London Spitfire: Good Stuff
Not much to say about London this week.
I think this match was more the fault of Hangzhou than London for the most part. Still, kudos to this squad for doing what they needed to do to take the 3-0 win. They displayed a lot of good things. Similar to Babel on those sort-of off-hit scan roles, I think Although is shaping up to really be that solid, all-around flex damage player for this squad. I also think the entire team is really stepping up in the teamwork department. There was that really nice Jihun halt into Glister pulse bomb stick from them on Volskaya. While that type of play has more or less become the bare minimum of basic coordination in the Overwatch League, it’s still a very good sign for this squad. Right now, keeping up the good work is all I really want to see from this team going forward.
New York Excelsior: There’s Something About The Excelsior…
And I just can’t put my finger on it. As a sort-of continuation from last week’s reactions, I wonder how well New York would be doing if they were in NA instead of APAC. This match against Guangzhou is a real example of the slippery slope New York has been on all season. Just a lot of mistakes all over the place that kept the other team in maps. And in the maps the Excelsior lost, it wasn’t incredibly close.

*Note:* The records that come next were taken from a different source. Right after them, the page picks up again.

package org.treeproof.cli;

import java.util.ArrayList;
import java.util.List;
import org.treeproof.data.InputException;
import org.treeproof.distance.Metric;
import org.treeproof.resample.ReferenceData;
import org.treeproof.resample.Resampling;
import org.treeproof.study.BranchPValueSettings;
import org.treeproof.study.StudySettings;
import org.treeproof.tree.Linkage;
import picocli.CommandLine.Option;

/**
 * The options of a study (a picocli mixin). Names are parsed here and every problem, of any option, is
 * reported together in one line.
 */
final class StudyOptions {

    @Option(names = "--linkages", paramLabel = "L,L", split = ",", description = "Linkages to compare (default: "
            + "average,complete,ward; average,complete with a metric other than euclidean). Any of single, complete, average (upgma), weighted (wpgma), ward, centroid, median.")
    List<String> linkages;

    @Option(names = "--metric", paramLabel = "NAME", description = "Dissimilarity (default: euclidean): euclidean, "
            + "sqeuclidean, manhattan, chebyshev, cosine, pearson, spearman, jaccard, hamming.")
    String metric;

    @Option(names = "--max-k", paramLabel = "K", description = "Largest number of clusters to assess (default: 10).")
    Integer maxK;

    @Option(names = "--replicates", paramLabel = "B", description = "Resampled replicates (default: 200).")
    Integer replicates;

    @Option(names = "--resampling", paramLabel = "HOW", description = "subsample (without replacement, default) or "
            + "bootstrap (with replacement).")
    String resampling;

    @Option(names = "--sample-fraction", paramLabel = "F", description = "Share of samples per subsample, in (0, 1] "
            + "(default: 0.8).")
    Double sampleFraction;

    @Option(names = "--feature-fraction", paramLabel = "F", description = "Share of features per replicate, in (0, 1];"
            + " below 1 recomputes distances per replicate (default: 1.0).")
    Double featureFraction;

    @Option(names = "--reference-sets", paramLabel = "B", description = "Reference data sets for the gap statistic; 0 "
            + "skips it (default: 50).")
    Integer referenceSets;

    @Option(names = "--gap-reference", paramLabel = "KIND", description = "Reference data for the gap statistic: "
            + "principal-box (uniform in the principal-axis box, default) or feature-range (uniform per feature).")
    String gapReference;

    @Option(names = "--null-sets", paramLabel = "N", description = "Null data sets (same covariance, no clusters) to "
            + "calibrate stability; 0 skips it (default: 19, the fewest that can give p = 0.05).")
    Integer nullSets;

    @Option(names = "--null-replicates", paramLabel = "B", description = "Replicates per null data set (default: 10, sized so that a 2000-sample study stays within a minute on two cores).")
    Integer nullReplicates;

    @Option(names = "--min-cluster-size", paramLabel = "M", description = "Fewest samples a cluster holds; samples "
            + "on smaller branches are reported as outliers, not clusters (default: the larger of 5 and 1%% of the "
            + "samples; 1 turns outliers off).")
    Integer minClusterSize;

    @Option(names = "--branch-pvalues", description = "Also compute approximately unbiased p-values for every branch "
            + "of each tree, by a multiscale bootstrap of the features (needs a data table).")
    boolean branchPValues;

    @Option(names = "--branch-scales", paramLabel = "R,R", split = ",", description = "Scales of the multiscale "
            + "bootstrap: each replicate draws R times the number of features, with replacement (default: "
            + "0.5,0.6,...,1.4).")
    List<String> branchScales;

    @Option(names = "--branch-replicates", paramLabel = "B", description = "Replicates per scale of the multiscale "
            + "bootstrap (default: 200).")
    Integer branchReplicates;

    @Option(names = "--seed", paramLabel = "S", description = "Master seed; every random draw derives from it "
            + "(default: 1).")
    Long seed;

    /**
     * The valid range of a whole-number option, in the words of the rule that owns it ("--replicates must be between
     * 2 and 10000"), or null when the option has no upper limit; for a value too large to be read at all.
     */
    static String rangeOf(String option) {
        if (option.equals("--threads")) {
            try {
                Threads.resolve(Integer.MAX_VALUE, option);
            } catch (InputException e) {
                return e.getMessage().replaceFirst(", got .*$", "");
            }
            return null;
        }
        StudySettings.Builder b = StudySettings.builder();
        switch (option) {
            case "--max-k" -> b.maxK(Integer.MAX_VALUE);
            case "--replicates" -> b.replicates(Integer.MAX_VALUE);
            case "--null-replicates" -> b.nullReplicates(Integer.MAX_VALUE);
            case "--reference-sets" -> b.referenceSets(Integer.MAX_VALUE);
            case "--null-sets" -> b.nullSets(Integer.MAX_VALUE);
            default -> {
                return null;
            }
        }
        try {
            b.build();
            return null;
        } catch (InputException e) {
            for (String part : e.getMessage().split("; ")) {
                if (part.startsWith(option + " ")) {
                    return part.replaceFirst(", got .*$", "");
                }
            }
            return null;
        }
    }

    /** Whether the user gave --max-k (otherwise the default applies). */
    boolean maxKGiven() {
        return maxK != null;
    }

    /** The multiscale bootstrap's options into {@code b}; their problems into {@code problems}. */
    private void branchPValues(StudySettings.Builder b, List<String> problems) {
        if (!branchPValues) {
            if (branchScales != null || branchReplicates != null) {
                problems.add((branchScales != null ? "--branch-scales" : "--branch-replicates")
                        + " needs --branch-pvalues");
            }
            return;
        }
        List<Double> scales = BranchPValueSettings.DEFAULT_SCALES;
        if (branchScales != null) {
            var parsed = new ArrayList<Double>();
            for (String s : branchScales) {
                try {
                    parsed.add(Double.parseDouble(s.strip()));
                } catch (NumberFormatException e) {
                    problems.add("--branch-scales: '" + s.strip() + "' is not a number");
                }
            }
            scales = parsed;
        }
        b.branchPValues(new BranchPValueSettings(scales,
                branchReplicates == null ? BranchPValueSettings.DEFAULT_REPLICATES : branchReplicates));
    }

    /** The settings for a data table, every problem reported at once. */
    StudySettings settings() {
        return settings(false);
    }

    /**
     * The settings, every problem reported at once. For a distance table ({@code distanceTable}) the options that
     * act on data are refused as contradictory, and the effective settings hold no gap reference sets and no null
     * sets, which need a data table to draw from.
     */
    StudySettings settings(boolean distanceTable) {
        if (distanceTable) {
            refuseDataOnlyOptions();
        }
        var problems = new ArrayList<String>();
        StudySettings.Builder b = StudySettings.builder();
        if (distanceTable) {
            b.referenceSets(0).nullSets(0);
        }
        if (linkages != null) {
            var parsed = new ArrayList<Linkage>();
            for (String s : linkages) {
                try {
                    parsed.add(Linkage.parse(s.strip()));
                } catch (InputException e) {
                    problems.add("--linkages: " + e.getMessage());
                }
            }
            b.linkages(parsed);
        }
        if (metric != null) {
            try {
                b.metric(Metric.parse(metric));
            } catch (InputException e) {
                problems.add("--metric: " + e.getMessage());
            }
        }
        if (resampling != null) {
            try {
                b.resampling(Resampling.parse(resampling));
            } catch (InputException e) {
                problems.add("--resampling: " + e.getMessage());
            }
        }
        if (gapReference != null) {
            try {
                b.gapReference(ReferenceData.Kind.parse(gapReference));
            } catch (InputException e) {
                problems.add("--gap-reference: " + e.getMessage());
            }
        }
        if (maxK != null) {
            b.maxK(maxK);
        }
        if (replicates != null) {
            b.replicates(replicates);
        }
        if (sampleFraction != null) {
            b.sampleFraction(sampleFraction);
        }
        if (featureFraction != null) {
            b.featureFraction(featureFraction);
        }
        if (referenceSets != null && !distanceTable) {
            b.referenceSets(referenceSets);
        }
        if (nullSets != null && !distanceTable) {
            b.nullSets(nullSets);
        }
        if (nullReplicates != null) {
            b.nullReplicates(nullReplicates);
        }
        if (minClusterSize != null) {
            if (minClusterSize < 1) {
                // 0 means "automatic" inside the library; on the command line the default is had by leaving it out
                problems.add("--min-cluster-size must be at least 1 (leave it out for the default), got "
                        + minClusterSize);
            } else {
                b.minClusterSize(minClusterSize);
            }
        }
        if (seed != null) {
            b.seed(seed);
        }
        branchPValues(b, problems);
        try {
            StudySettings s = b.build();
            if (!problems.isEmpty()) {
                throw new InputException(String.join("; ", problems));
            }
            return s;
        } catch (InputException e) {
            if (problems.isEmpty()) {
                throw e;
            }
            if (!e.getMessage().equals(String.join("; ", problems))) {
                problems.add(e.getMessage());
            }
            throw new InputException(String.join("; ", problems));
        }
    }

    /**
     * Refuses the options that only mean something for a data table: a distance table's distances are used as
     * given, and null and reference data sets are drawn from the data. {@code --metric euclidean} (the default) is
     * accepted, as a statement of what the distances are.
     *
     * @throws InputException naming each such option and {@code --distances}
     */
    private void refuseDataOnlyOptions() {
        var given = new ArrayList<String>();
        if (metric != null) {
            Metric m;
            try {
                m = Metric.parse(metric);
            } catch (InputException e) {
                m = null;
            }
            if (m != Metric.EUCLIDEAN) {
                given.add("--metric " + metric.strip());
            }
        }
        addIf(given, referenceSets != null, "--reference-sets");
        addIf(given, gapReference != null, "--gap-reference");
        addIf(given, nullSets != null, "--null-sets");
        addIf(given, nullReplicates != null, "--null-replicates");
        addIf(given, featureFraction != null, "--feature-fraction");
        if (given.isEmpty()) {
            return;
        }
        throw new InputException(String.join(", ", given) + " contradict" + (given.size() == 1 ? "s" : "")
                + " --distances: a distance table is clustered as given (no metric is applied, no null or reference"
                + " data can be drawn, no features resampled); drop " + (given.size() == 1 ? "it" : "them")
                + " or give the data table without --distances");
    }

    private static void addIf(List<String> list, boolean condition, String option) {
        if (condition) {
            list.add(option);
        }
    }
}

I think Cr0ng ate maybe two or three blizzards. SBB had a really lackluster performance on that last map. The tank line has really been up and down for this team. Even Hotba is getting into a slump as well. I also hate to keep harping on Mano all of the time, but in that map 5, it felt like he was ready to break his keyboard with how much he was being outplayed all series.

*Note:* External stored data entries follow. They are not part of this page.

int mc__unit_reduce(const mc__plan *plan, const mc__unit *u,
                    uint64_t unit_index, int per_comm, int skip_damaged,
                    mc__acc *acc, mc__unit_result *res, mc__progress *prog,
                    mc_errinfo *err)
{
    char path[4096];
    const mc__file *f = &plan->files[u->file];
    snprintf(path, sizeof path, "%s/%s", plan->dir, f->name);
    memset(res, 0, sizeof *res);
    res->unit = unit_index;
    res->bytes = u->bytes;

    unit_ctx *c = calloc(1, sizeof *c);
    if (!c)
        return mc_errinfo_set(err, MC_ENOMEM, path, -1, -1, "unit");
    mc__acc_init(&c->ua);
    c->per_comm = per_comm;
    c->row.rank = f->app_rank;
    fill_categories(c->cat);

    size_t sumcap = 0;
    uint64_t published = 0;
    const uint64_t start_off = u->first_block ? u->start.offset : 0;
    mc_trace_reader *r = NULL;
    const int sumfd = open(path, O_RDONLY);
    int rc = mc_trace_open(path, &r, err);
    if (rc)
        goto out;
    if (u->first_block &&
        (rc = mc_trace_seek_block(r, &u->start, u->first_block, err)) != 0)
        goto out;
    for (uint64_t done = 0; u->nblocks == MC__TO_END || done < u->nblocks;
         done++) {
        const mc_record *recs = NULL;
        size_t n = 0;
        mc_errinfo e;
        mc_errinfo_clear(&e);
        const int brc = mc_trace_next_block(r, &recs, &n, &e);
        if (brc == 0) {
            if (u->nblocks != MC__TO_END)
                rc = mc_errinfo_set(
                    err, MC_ETRUNC, path, (int64_t)(u->first_block + done), -1,
                    "file ended inside its planned block range");
            break;
        }
        if (brc < 0) {
            if (!skip_damaged) {
                if (err)
                    *err = e;
                rc = brc;
                goto out;
            }
            const uint64_t bad =
                e.block >= 0 ? (uint64_t)e.block : u->first_block + done;
            res->skipped_blocks++;
            if (!res->damage_code) {
                res->damage_code = brc;
                res->damage_block = (int64_t)bad;
            }
            if (!resync(r, bad, res, err))
                break;
            continue;
        }
        uint64_t bidx = 0, boff = 0;
        mc_trace_current_block(r, &bidx, &boff);
        const uint64_t before = res->invalid;
        rc = reduce_block(c, recs, n, skip_damaged, &res->invalid, path, bidx,
                          boff, err);
        if (!rc && prog->mem_limit &&
            (prog->mem_unchecked += n) >= MC__MEM_CHECK_RECORDS) {
            prog->mem_unchecked = 0;
            rc = unit_memory_check(prog, c, path, err);
        }
        if (rc)
            goto out;
        if (res->invalid != before && !res->damage_code) {
            res->damage_code = MC_ERECORD;
            res->damage_block = (int64_t)bidx;
        }
        res->records += n - (res->invalid - before);
        res->blocks++;
        if ((rc = push_sum(res, &sumcap,
                           block_checksum(sumfd, boff, recs, n))) != 0) {
            mc_errinfo_set(err, rc, path, (int64_t)bidx, (int64_t)boff,
                           "checksums");
            goto out;
        }
        if (boff > start_off && boff - start_off > published) {
            mc__progress_add(prog, boff - start_off - published, 0, 0);
            published = boff - start_off;
        }
        if (prog->stop) {
            rc = 1; /* another rank failed; its error is reported */
            goto out;
        }
    }
    if (!rc) {
        /* Fold the unit's own state into the rank's accumulator. */
        if (c->peers.n) {
            mc__edge *e = malloc(c->peers.n * sizeof *e);
            size_t m = 0;
            if (!e) {
                rc = mc_errinfo_set(err, MC_ENOMEM, path, -1, -1, "matrix");
                goto out;
            }
            for (size_t i = 0; i < c->peers.cap; i++)
                if (c->peers.s[i].peer >= 0)
                    e[m++] =
                        (mc__edge){f->app_rank, c->peers.s[i].peer,
                                   c->peers.s[i].msgs, c->peers.s[i].bytes};
            rc = push_edges(&c->ua, e, m);
            free(e);
        }
        rc = rc ? rc : push_row(&c->ua, &c->row);
        rc = rc ? rc : mc__acc_merge(acc, &c->ua);
        if (rc)
            mc_errinfo_set(err, rc, path, -1, -1, "merging the unit");
        if (u->bytes > published)
            mc__progress_add(prog, u->bytes - published, 0, 0);
    }
out:
    mc_trace_close(r);
    if (sumfd >= 0)
        close(sumfd);
    mc__acc_free(&c->ua);
    free(c->peers.s);
    free(c);
    return rc;
}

In the second round of that map 5, after he left his entire team wide open for a shatter from Rio, the very next play, Jjonak uses his amplification matrix. Instead of sending a fire strike through it to catch someone, which would’ve been the safer play at that moment even if he doesn’t hit anyone, Mano just runs right past it. He then immediately starts swinging away at Rio. Why…?
It didn’t even feel like Mano was trying to create space for his team. It felt like he was salty that Rio got a huge shatter against him. So, he tries to force the issue against Rio. The problem is that Mano basically overextends at this moment and dies. It was probably the easiest punish the Charge had all game. It felt like the rest of the team was trying to play around the amp matrix while Mano was off trying to force the Reinhardt 1 v. 1.

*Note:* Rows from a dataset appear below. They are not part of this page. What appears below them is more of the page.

/* build.c - on reducer rank 0, turn the merged histograms and tables into
 * the summary model: populations with their statistics, sources, ranks and
 * the matrix (rules in docs/summary-format.md). */
#include "reduce_internal.h"

#include <stdio.h>  /* snprintf */
#include <stdlib.h> /* calloc, free */
#include <string.h> /* strdup, memcpy */

#include <xxhash.h> /* XXH64: per-file checksum over block checksums */

#include <msgcensus/modes.h>
#include <msgcensus/stats.h>

/* Population classes of one (op, dir) key. */
enum { IN_ALL = 1, IN_P2P = 2, IN_P2P_RECV = 4, IN_COLL = 8, IN_ONESIDED = 16 };

static unsigned classes_of(unsigned op, unsigned dir)
{
    switch (mc_op_category_of(op)) {
    case MC_CAT_P2P:
        return dir == MC_DIR_RECV ? IN_P2P_RECV : (IN_P2P | IN_ALL);
    case MC_CAT_COLL:
    case MC_CAT_NEIGHBOR:
        return IN_COLL | IN_ALL;
    case MC_CAT_ONESIDED:
        return IN_ONESIDED | IN_ALL;
    default:
        return 0;
    }
}

/* "op/MPI_Isend" when the record direction is the operation's own one,
 * else "op/MPI_Sendrecv/send" (always for operations that carry both). */
static void op_pop_name(unsigned op, unsigned dir, char *out, size_t cap)
{
    static const char *const dname[] = {"none", "send", "recv"};
    const mc_dir own = mc_op_dir_of(op);
    if ((unsigned)own == dir)
        snprintf(out, cap, "op/%s", mc_op_name(op));
    else
        snprintf(out, cap, "op/%s/%s", mc_op_name(op), dname[dir % 3]);
}

/* Statistics and modal structure of @h into @p (named @name). */
static int fill_pop(mc_summary_pop *p, const char *name, mc_hist *h)
{
    p->name = strdup(name);
    if (!p->name)
        return MC_ENOMEM;
    mc_hview v;
    int rc = mc_hist_sorted(h, &v);
    if (rc)
        return rc;
    return mc_summary_pop_set_hist(p, &v);
}

static int cmp_u32(const void *a, const void *b)
{
    const uint32_t x = *(const uint32_t *)a, y = *(const uint32_t *)b;
    return (x > y) - (x < y);
}

static int build_pops(mc_summary *s, mc__acc *acc, int per_comm)
{
    size_t nops = 0;
    for (size_t k = 0; k < MC__NOPKEYS; k++)
        nops += acc->op[k] != NULL;
    const size_t ncomm = per_comm ? acc->comm.n : 0;
    s->pops = calloc(5 + nops + ncomm, sizeof *s->pops);
    if (!s->pops)
        return MC_ENOMEM;
    static const struct {
        const char *name;
        unsigned cls;
    } groups[] = {{"all", IN_ALL},
                  {"p2p", IN_P2P},
                  {"p2p_recv", IN_P2P_RECV},
                  {"coll", IN_COLL},
                  {"onesided", IN_ONESIDED}};
    int rc = 0;
    for (size_t g = 0; g < 5 && !rc; g++) {
        mc_hist *h = NULL;
        if (mc_hist_create(&h) != 0)
            return MC_ENOMEM;
        for (size_t k = 0; k < MC__NOPKEYS && !rc; k++)
            if (acc->op[k] && (classes_of((unsigned)(k / MC__NDIRS),
                                          (unsigned)(k % MC__NDIRS)) &
                               groups[g].cls))
                rc = mc_hist_merge(h, acc->op[k]);
        rc = rc ? rc : fill_pop(&s->pops[s->npops++], groups[g].name, h);
        mc_hist_free(h);
    }
    for (size_t k = 0; k < MC__NOPKEYS && !rc; k++) {
        if (!acc->op[k])
            continue;
        char name[96];
        op_pop_name((unsigned)(k / MC__NDIRS), (unsigned)(k % MC__NDIRS), name,
                    sizeof name);
        rc = fill_pop(&s->pops[s->npops++], name, acc->op[k]);
    }
    if (rc || !ncomm)
        return rc;
    uint32_t *ids = malloc(ncomm * sizeof *ids);
    if (!ids)
        return MC_ENOMEM;
    size_t m = 0;
    for (size_t i = 0; i < acc->comm.cap; i++)
        if (acc->comm.vals[i])
            ids[m++] = acc->comm.keys[i];
    qsort(ids, m, sizeof *ids, cmp_u32);
    for (size_t i = 0; i < m && !rc; i++) {
        char name[32];
        snprintf(name, sizeof name, "comm/%u", (unsigned)ids[i]);
        rc = fill_pop(&s->pops[s->npops++], name,
                      mc__histmap_get(&acc->comm, ids[i]));
    }
    free(ids);
    return rc;
}

/* The status text of one source (docs/summary-format.md, "sources"). */
static char *source_status(const mc__file *f, uint64_t skipped_blocks,
                           uint64_t invalid, int64_t code, int64_t block,
                           int tail_lost)
{
    char buf[256];
    if (f->state == MC__FILE_SKIPPED) {
        snprintf(buf, sizeof buf, "skipped: %s", mc_strerror(f->skip_code));
    } else if (!skipped_blocks && !invalid && !tail_lost) {
        snprintf(buf, sizeof buf, "ok");
    } else {
        int n = snprintf(buf, sizeof buf,
                         "skipped: %llu block(s), %llu invalid "
                         "record(s); first at block %lld (%s)",
                         (unsigned long long)skipped_blocks,
                         (unsigned long long)invalid, (long long)block,
                         mc_strerror((int)code));
        if (tail_lost && n > 0 && (size_t)n < sizeof buf)
            snprintf(buf + n, sizeof buf - (size_t)n,
                     "; blocks after it unreadable");
    }
    return strdup(buf);
}

static int build_sources(mc_summary *s, const mc__plan *plan,
                         const mc__unit_result *res, size_t nres)
{
    s->sources = calloc(plan->nfiles ? plan->nfiles : 1, sizeof *s->sources);
    if (!s->sources)
        return MC_ENOMEM;
    /* Results are sorted by unit, units by (file, first block): the units of
     * one file are consecutive and in block order. */
    size_t ri = 0;
    for (size_t fi = 0; fi < plan->nfiles; fi++) {
        const mc__file *f = &plan->files[fi];
        mc_summary_source *o = &s->sources[s->nsources++];
        o->path = strdup(f->name);
        o->app_rank = f->app_rank;
        o->bytes = f->size;
        XXH64_state_t *st = XXH64_createState();
        if (!st || !o->path)
            return MC_ENOMEM;
        XXH64_reset(st, 0);
        uint64_t invalid = 0;
        int64_t code = 0, block = -1;
        int tail = 0;
        for (; ri < nres && plan->units[res[ri].unit].file == fi; ri++) {
            const mc__unit_result *r = &res[ri];
            o->records += r->records;
            o->blocks += r->blocks;
            o->skipped_blocks += r->skipped_blocks;
            o->skipped_records += r->skipped_records + r->invalid;
            invalid += r->invalid;
            if (r->damage_code && !code) {
                code = r->damage_code;
                block = r->damage_block;
            }
            tail |= r->tail_lost != 0;
            for (size_t j = 0; j < r->nsums; j++) {
                unsigned char le[8];
                for (int b = 0; b < 8; b++)
                    le[b] = (unsigned char)(r->sums[j] >> (8 * b));
                XXH64_update(st, le, sizeof le);
            }
            s->meta.bytes_read += r->bytes;
        }
        o->checksum = XXH64_digest(st);
        XXH64_freeState(st);
        o->status =
            source_status(f, o->skipped_blocks, invalid, code, block, tail);
        if (!o->status)
            return MC_ENOMEM;
        s->meta.records_read += o->records;
        s->meta.records_rejected += o->skipped_records;
    }
    return 0;
}

static int build_ranks(mc_summary *s, const mc__plan *plan, const mc__acc *acc)
{
    /* One row per source with a known rank, totals from the merged rows. */
    s->ranks = calloc(plan->nfiles ? plan->nfiles : 1, sizeof *s->ranks);
    if (!s->ranks)
        return MC_ENOMEM;
    for (size_t i = 0; i < plan->nfiles; i++)
        if (plan->files[i].state == MC__FILE_OK)
            s->ranks[s->nranks++].rank = plan->files[i].app_rank;
    /* Sort by rank (files were sorted by name). */
    for (size_t i = 1; i < s->nranks; i++) {
        const mc_summary_rank t = s->ranks[i];
        size_t j = i;
        while (j > 0 && s->ranks[j - 1].rank > t.rank) {
            s->ranks[j] = s->ranks[j - 1];
            j--;
        }
        s->ranks[j] = t;
    }
    size_t j = 0;
    for (size_t i = 0; i < acc->nrows; i++) {
        const mc__row *r = &acc->rows[i];
        while (j < s->nranks && s->ranks[j].rank < r->rank)
            j++;
        if (j == s->nranks || s->ranks[j].rank != r->rank)
            continue;
        mc_summary_rank *o = &s->ranks[j];
        o->p2p_msgs = r->v[0];
        o->p2p_bytes = r->v[1];
        o->recv_msgs = r->v[2];
        o->recv_bytes = r->v[3];
        o->coll_msgs = r->v[4];
        o->coll_bytes = r->v[5];
        o->os_msgs = r->v[6];
        o->os_bytes = r->v[7];
    }
    s->edges = calloc(acc->nedges ? acc->nedges : 1, sizeof *s->edges);
    if (!s->edges)
        return MC_ENOMEM;
    for (size_t i = 0; i < acc->nedges; i++)
        s->edges[i] =
            (mc_summary_edge){acc->edges[i].src, acc->edges[i].dst,
                              acc->edges[i].msgs, acc->edges[i].bytes};
    s->nedges = acc->nedges;
    return 0;
}

int mc__build_summary(const mc__plan *plan, mc__acc *acc,
                      const mc__unit_result *res, size_t nres,
                      const mc__build_meta *bm, mc_summary **out)
{
    mc_summary *s = calloc(1, sizeof *s);
    if (!s)
        return MC_ENOMEM;
    mc_summary_meta *m = &s->meta;
    m->format_name = strdup(MC_SUMMARY_FORMAT_NAME);
    m->version_major = MC_SUMMARY_VERSION_MAJOR;
    m->version_minor = MC_SUMMARY_VERSION_MINOR;
    m->tool_version = strdup(bm->tool_version ? bm->tool_version : "");
    m->created = strdup(bm->created ? bm->created : "");
    m->campaign_path = strdup(bm->campaign ? bm->campaign : "");
    m->run_label = strdup(bm->label ? bm->label : "");
    m->host = strdup(bm->host ? bm->host : "");
    m->shared_note = strdup("");
    m->app_ranks = plan->app_size;
    m->reducer_ranks = bm->reducer_ranks;
    m->files = (int64_t)plan->nfiles;
    int rc = 0;
    if (!m->format_name || !m->tool_version || !m->created ||
        !m->campaign_path || !m->run_label || !m->host || !m->shared_note)
        rc = MC_ENOMEM;
    rc = rc ? rc : build_sources(s, plan, res, nres);
    rc = rc ? rc : build_pops(s, acc, bm->per_comm);
    rc = rc ? rc : build_ranks(s, plan, acc);
    if (rc) {
        mc_summary_free(s);
        return rc;
    }
    *out = s;
    return 0;
}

It was just an incredibly selfish play from Mano, and it’s just another issue piled upon the myriad of issues he’s been having all season long. If New York was in the NA region right now, there’s a good chance they’d probably be towards the middle of the pack at this stage of the season in the Overwatch League.
Florida Mayhem: A Little Hairy
Now we come to just the first of many, many matches this weekend that went in practically the opposite direction from what I was expecting. I figured the Outlaws might be able to take a map off of Florida, but I didn’t really expect this series to go five maps. Plus, I thought it’d be more likely to end in three maps.
Florida has been slipping over their past couple matches in the Overwatch League though. Even against Dallas, they gave up Temple of Anubis. And now, they’re giving away maps to the Outlaws by simply not paying attention to the objective. You could argue they were having that very same problem against the Valiant last week. It wasn’t as egregious as this week, but it was there.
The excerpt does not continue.